Погрузившись в размышления, я не заметил, как посерело небо за окошками дилижанса и потемнело внутри. Видимо, я задремал, не прерывая дум, но бдительности не утратил, и когда справа зашевелилась, а после кинулась на меня темная тень, успел отбить руку с блеснувшим в слабом свете клинком. Но сделал это не совсем удачно, и метивший в грудь нож, описав короткую дугу, вонзился мне в бедро. От боли я вскрикнул, а в следующий миг уши заложило от визга толстухи. Орала она так, словно это ее режут.
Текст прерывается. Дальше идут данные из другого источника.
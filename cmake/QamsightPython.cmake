# Finds a Python interpreter that has NumPy, because the first python3 on PATH may be a
# separate installation without it (then FindPython3's NumPy component fails). Candidates, in
# order: Python3_EXECUTABLE if the user set it, python3 on PATH, /usr/bin/python3.
# Sets QAMSIGHT_PYTHON_EXECUTABLE and Python3_EXECUTABLE, or stops with a clear message.
if(QAMSIGHT_PYTHON_EXECUTABLE)
  return()
endif()
set(_qs_candidates)
if(Python3_EXECUTABLE)
  # An interpreter the user named is the only candidate: building against another one silently
  # would give a module that the named interpreter cannot import.
  execute_process(COMMAND ${Python3_EXECUTABLE} -c "import numpy"
                  RESULT_VARIABLE _qs_rc OUTPUT_QUIET ERROR_QUIET)
  if(NOT _qs_rc EQUAL 0)
    message(FATAL_ERROR "qamsight: the interpreter given by Python3_EXECUTABLE (${Python3_EXECUTABLE}) "
      "cannot import NumPy (or does not run). Install NumPy for it (Debian: python3-numpy), point "
      "-DPython3_EXECUTABLE at an interpreter that has NumPy, or configure with -DQAMSIGHT_PYTHON=OFF "
      "-DQAMSIGHT_TESTS=OFF.")
  endif()
  list(APPEND _qs_candidates ${Python3_EXECUTABLE})
endif()
find_program(_qs_path_python3 NAMES python3 NO_CACHE)
if(_qs_path_python3)
  list(APPEND _qs_candidates ${_qs_path_python3})
endif()
list(APPEND _qs_candidates /usr/bin/python3)
list(REMOVE_DUPLICATES _qs_candidates)
set(_qs_rejected "")
foreach(_qs_py IN LISTS _qs_candidates)
  if(NOT EXISTS ${_qs_py})
    continue()
  endif()
  execute_process(COMMAND ${_qs_py} -c "import numpy, sys; print(sys.version.split()[0], numpy.__version__)"
                  RESULT_VARIABLE _qs_rc OUTPUT_VARIABLE _qs_out ERROR_QUIET OUTPUT_STRIP_TRAILING_WHITESPACE)
  if(_qs_rc EQUAL 0)
    set(QAMSIGHT_PYTHON_EXECUTABLE ${_qs_py} CACHE FILEPATH "Python interpreter with NumPy used by qamsight" FORCE)
    set(Python3_EXECUTABLE ${_qs_py} CACHE FILEPATH "Python 3 interpreter" FORCE)
    message(STATUS "qamsight: using Python ${_qs_py} (Python, NumPy versions: ${_qs_out})")
    return()
  endif()
  string(APPEND _qs_rejected " ${_qs_py}")
endforeach()
message(FATAL_ERROR "qamsight: no Python interpreter with NumPy found (tried:${_qs_rejected}). "
  "Install Debian's python3-numpy (tools/setup/install-deps.sh does), pass "
  "-DPython3_EXECUTABLE=/path/to/python3 for an interpreter that has NumPy, or configure with "
  "-DQAMSIGHT_PYTHON=OFF -DQAMSIGHT_TESTS=OFF.")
Хвала Создателю, воздуха ей хватило ненадолго, и в дилижансе вдруг сделалось до жути тихо.

Произошло все так быстро и неожиданно, что в эти мгновения я ничего больше не предпринял, лишь смотрел ошарашенно на торчавший из ноги нож, а потом поднял взгляд на застывшего рядом крысеныша. Едва не убивший меня человек счастливо улыбался, а маленькие глазки горели фанатичным огнем.
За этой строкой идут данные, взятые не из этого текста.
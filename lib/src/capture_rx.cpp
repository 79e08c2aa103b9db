// capture_rx: preamble search, timing, carrier, equaliser and PRBS check of recordings; blind mode.
#include "qamsight/capture_rx.hpp"

#include <Eigen/Dense>
#include <algorithm>
#include <array>
#include <boost/math/special_functions/beta.hpp>
#include <cmath>
#include <numbers>
#include <optional>

#include "qamsight/channel.hpp"
#include "qamsight/fft.hpp"
#include "qamsight/pulse.hpp"
#include "qamsight/sync.hpp"

namespace qamsight {

namespace {
constexpr double kPi = std::numbers::pi;
constexpr double kTwoPi = 2.0 * std::numbers::pi;

double wrap_pi(double a) noexcept {
  a = std::remainder(a, kTwoPi);
  return a <= -kPi ? a + kTwoPi : a;
}

// Least-squares slope of y against x = 0, 1, ..., n - 1 (scaled by `dx` per step).
double ls_slope(std::span<const double> y, double dx) noexcept {
  const double n = static_cast<double>(y.size());
  if (y.size() < 2) return 0.0;
  const double xm = (n - 1.0) / 2.0;
  double sxy = 0.0, sxx = 0.0, ym = 0.0;
  for (double v : y) ym += v;
  ym /= n;
  for (std::size_t i = 0; i < y.size(); ++i) {
    const double dxi = static_cast<double>(i) - xm;
    sxy += dxi * (y[i] - ym);
    sxx += dxi * dxi;
  }
  return sxy / sxx / dx;
}

// Unwraps phases in place (steps larger than pi are taken as wraps).
void unwrap(std::span<double> phase) noexcept {
  for (std::size_t i = 1; i < phase.size(); ++i) {
    phase[i] = phase[i - 1] + wrap_pi(phase[i] - phase[i - 1]);
  }
}

// Vertex offset of the parabola through (-1, a), (0, b), (1, c), clamped to [-1, 1].
double parabola_vertex(double a, double b, double c) noexcept {
  const double den = a - 2.0 * b + c;
  if (!(den < 0.0)) return 0.0;  // not a maximum
  return std::clamp(0.5 * (a - c) / den, -1.0, 1.0);
}

// The smallest power P in {2, 4, 8, 16, 32} with |E[a^P]| clearly non-zero (the constellation's
// rotational symmetry order), and that moment.
unsigned symmetry_power(const Constellation& c, cf64& moment) {
  for (unsigned p : {2u, 4u, 8u, 16u, 32u}) {
    cf64 m(0.0, 0.0);
    for (const cf64& a : c.points()) m += std::pow(a, static_cast<double>(p));
    m /= static_cast<double>(c.order());
    if (std::abs(m) > 0.05) {
      moment = m;
      return p;
    }
  }
  moment = cf64(1.0, 0.0);
  return 1;
}

}  // namespace

// ---------------------------------------------------------------------------------------------
// InterpolatingMatchedFilter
— Смотри! — ликовал он, указывая пальцем на нож. — Это — серебро! Орудие против тварей, тебе подобных!

На вытянутом лице застыло выражение томительного предвкушения: очевидно, от освященного металла моя плоть вот-вот должна была истлеть, и я рассыпался бы прахом.

— Смотри, — в тон безумцу произнес я, демонстрируя кулак. — Вот орудие против подобных тебе.
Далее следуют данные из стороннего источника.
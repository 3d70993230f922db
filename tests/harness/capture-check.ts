// capture-check: plays a WAV file into the real renderer as its microphone (in the browser bench)
// and prints the settled live reading. It checks the whole live path — capture, worker, readout —
// against a file whose content is known.
//
//   npm run -s capture-check -- FILE.wav [--channel N] [--mains 50|60] [--json]

import { mkdtempSync, readFileSync, rmSync, writeFileSync } from 'node:fs';
import { tmpdir } from 'node:os';
import { basename, join, resolve } from 'node:path';
import { parseArgs } from 'node:util';
import { decodeWav, encodeWavFloat32, WavFormatError } from '../../shared/audio/wav.ts';
import type { Reading } from '../../shared/measurement/reading.ts';
import { openBench } from './bench-harness.ts';

const SETTLE_TIMEOUT_MS = 60_000;
// A file that plays silence (or a wrong channel) is reported once the readings have said so this long.
const NO_SIGNAL_GIVE_UP_MS = 5_000;
// Chromium's fake capture device plays mono or stereo files; other layouts are reduced to the chosen channel.
const MAX_FAKE_CHANNELS = 2;

class CheckFailure extends Error {}

interface Options {
  file: string;
  channel: number;
  mains: 50 | 60;
  json: boolean;
}

function parseOptions(argv: string[]): Options {
  const { values, positionals } = parseArgs({
    args: argv,
    allowPositionals: true,
    strict: true,
    options: {
      channel: { type: 'string', default: '0' },
      mains: { type: 'string', default: '50' },
      json: { type: 'boolean', default: false },
    },
  });
  if (positionals.length !== 1) throw new CheckFailure('usage: capture-check FILE.wav [--channel N] [--mains 50|60] [--json]');
  const channel = Number(values.channel);
  if (!Number.isInteger(channel) || channel < 0) throw new CheckFailure(`--channel must be a whole number ≥ 0, got “${values.channel}”`);
  if (values.mains !== '50' && values.mains !== '60') throw new CheckFailure(`--mains must be 50 or 60, got “${values.mains}”`);
  return { file: resolve(positionals[0]), channel, mains: Number(values.mains) as 50 | 60, json: values.json };
}

/** Rewrites the file as 32-bit float (the format the fake device reads exactly); returns the UI channel to pick. */
function prepareCaptureFile(options: Options, workDir: string): { path: string; uiChannel: number } {
  let bytes: Uint8Array;
  try {
    bytes = readFileSync(options.file);
  } catch (error) {
    throw new CheckFailure(`${options.file}: cannot be read (${(error as NodeJS.ErrnoException).code ?? (error as Error).message})`);
  }
  let wav;
  try {
    wav = decodeWav(bytes);
  } catch (error) {
    if (error instanceof WavFormatError) throw new CheckFailure(`${options.file}: ${error.message}`);
    throw error;
  }
  if (options.channel >= wav.channels.length) {
    throw new CheckFailure(`${options.file}: has ${wav.channels.length} channel(s); --channel ${options.channel} does not exist`);
  }
  const path = join(workDir, `${basename(options.file, '.wav')}-f32.wav`);
  if (wav.channels.length <= MAX_FAKE_CHANNELS) {
    writeFileSync(path, encodeWavFloat32(wav.channels, wav.sampleRateHz));
    return { path, uiChannel: options.channel };
  }
  const chosen = wav.channels[options.channel];
  writeFileSync(path, encodeWavFloat32([chosen, chosen], wav.sampleRateHz));
  return { path, uiChannel: 0 };
}

async function measure(options: Options): Promise<Reading> {
  const workDir = mkdtempSync(join(tmpdir(), 'trimbench-capture-check-'));
  try {
    const capture = prepareCaptureFile(options, workDir);
    const bench = await openBench({ captureWav: capture.path });
    try {
      const page = await bench.openApp();
      await page.getByLabel('Input channel carrying the unit').selectOption(String(capture.uiChannel));
      await page.getByLabel('Mains frequency (for hum)').selectOption(String(options.mains));
      await page.getByRole('button', { name: 'Start capture' }).click();
      const deadline = Date.now() + SETTLE_TIMEOUT_MS;
      let last: Reading | null = null;
      let silentSince: number | null = null;
      while (Date.now() < deadline) {
        const problem = page.getByTestId('audio-problem');
        if (await problem.count()) throw new CheckFailure(`${options.file}: ${await problem.textContent()}`);
        const json = await page.getByTestId('reading-json').getAttribute('data-reading', { timeout: 1000 }).catch(() => null);
        last = json ? (JSON.parse(json) as Reading) : last;
        // A quiet input settles too (on its noise): only a settled reading of a tone is the check's answer.
        if (last?.settled && !last.flags.includes('no-signal')) return last;
        silentSince = last?.flags.includes('no-signal') ? (silentSince ?? Date.now()) : null;
        if (silentSince !== null && Date.now() - silentSince > NO_SIGNAL_GIVE_UP_MS) {
          throw new CheckFailure(`${options.file}: no signal on channel ${options.channel}`);
        }
        await page.waitForTimeout(200);
      }
      throw new CheckFailure(
        `${options.file}: no settled reading within ${SETTLE_TIMEOUT_MS / 1000} s (${last ? 'readings kept changing' : 'no reading arrived'})`,
      );
    } finally {
      await bench.close();
    }
  } finally {
    rmSync(workDir, { recursive: true, force: true });
  }
}

function asJson(reading: Reading) {
  return {
    fundamental: { frequencyHz: reading.fundamental.frequencyHz, levelDbfs: reading.fundamental.levelDbfs },
    harmonics: reading.harmonics.map(({ order, levelDbc, phaseDeg }) => ({ order, levelDbc, phaseDeg })),
    thdPercent: reading.thdPercent,
    thdDb: reading.thdDb,
    flags: reading.flags,
  };
}

function asTable(options: Options, reading: Reading): string {
  const lines = [
    `${options.file}, channel ${options.channel}`,
    `fundamental  ${reading.fundamental.frequencyHz.toFixed(3)} Hz  ${reading.fundamental.levelDbfs.toFixed(2)} dBFS`,
    `THD          ${reading.thdPercent.toPrecision(4)} %  ${reading.thdDb.toFixed(2)} dB`,
    'order   level dBc   phase °',
    ...reading.harmonics.map((h) => `H${String(h.order).padEnd(5)} ${h.levelDbc.toFixed(2).padStart(10)} ${h.phaseDeg.toFixed(1).padStart(9)}`),
  ];
  if (reading.flags.length) lines.push(`flags: ${reading.flags.join(', ')}`);
  return lines.join('\n');
}

async function main(): Promise<number> {
  let options: Options;
  try {
    options = parseOptions(process.argv.slice(2));
    const reading = await measure(options);
    process.stdout.write(options.json ? `${JSON.stringify(asJson(reading))}\n` : `${asTable(options, reading)}\n`);
    return 0;
  } catch (error) {
    const message = error instanceof CheckFailure || (error as { code?: string }).code?.startsWith('ERR_PARSE_ARGS')
      ? (error as Error).message
      : `failed: ${(error as Error).message.split('\n')[0]}`;
    process.stderr.write(`capture-check: ${message}\n`);
    return 1;
  }
}

process.exitCode = await main();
Прямой удар в челюсть отправил агрессивного идиота в обжитый им угол.

Старуха снова завизжала, и в этот раз ее крики были услышаны снаружи — дилижанс остановился, и обе дверцы практически одновременно распахнулись. С одной стороны внутрь заглянул недовольный незапланированной остановкой кучер, с другой — обеспокоенный шумом Унго. Крысеныш, которого мой кулак должен был надолго утихомирить, вдруг выскочил из кареты. Сбив возницу с ног, он побежал в сторону тянувшегося вдоль дороги высокого забора, с прытью, свойственной больше кошкам, чем крысам, вскарабкался на ограду и исчез.

— Держите его! — запоздало выкрикнула моя юная попутчица.

— Нет нужды, дэйни, — ответил ей мужской голос.

Я обернулся и с удивлением понял, что принадлежит он всю дорогу проспавшему дэю. Для человека, регулярно прикладывавшегося к фляге с бренди, тот выглядел невероятно трезвым и спокойным.

— За забором — усадьба Мэвертон, — пояснил он. — Самые вкусные яблоки в Вестолии. И самые злые собаки. Далеко не уйдет.

— Собаки? Какой ужас! — схватилась за сердце старая корова и заработала пару уничижительных взглядов — от меня и от рыжеволосой соседки.